Task goal – Your answer must be one number: the count of lines below that hold the word "paths".

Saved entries

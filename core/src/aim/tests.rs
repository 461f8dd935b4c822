//! Aims whose answers can be checked by another way than the one that found them.

use super::*;
use crate::ephemeris::{Ephemeris, Propagation, events};
use crate::initial::InitialState;
use crate::resolve::resolve;
use crate::scenario::{BodyId, EventKind, EventRef, parse};
use crate::units::Length;

const AIRLESS: &str = r#"format = 1
title = "A throw"

[[body]]
name = "Skerry"
mass = "1 Moon masses"
radius = "1737 km"   # without air

[[body]]
name = "Ball"
# Found by aiming:
throw = { from = "Skerry", height = "2 km", speed = "0.9 km/s", elevation = "45 deg", heading = "80 deg" }
"#;

fn paths(text: &str, until_s: f64) -> (InitialState, Ephemeris) {
    let initial = resolve(&parse(text).scenario.unwrap()).unwrap();
    let mut propagation = Propagation::new(&initial);
    assert!(propagation.advance(until_s, 1_000_000).unwrap());
    (initial, propagation.into_ephemeris())
}

fn first(
    text: &str,
    until_s: f64,
    kind: EventKind,
    body: usize,
    other: usize,
) -> (f64, f64, crate::Vector3<f64>) {
    let (initial, eph) = paths(text, until_s);
    let event = EventRef { kind, body: BodyId(body), other: Some(BodyId(other)), nth: 1, distance: None };
    let found = events::first(&eph, &initial, &event, 0.0).unwrap();
    let state = eph.relative(BodyId(body), BodyId(other), found.t_s).unwrap();
    (found.t_s, found.value, state.pos)
}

Final answer – 2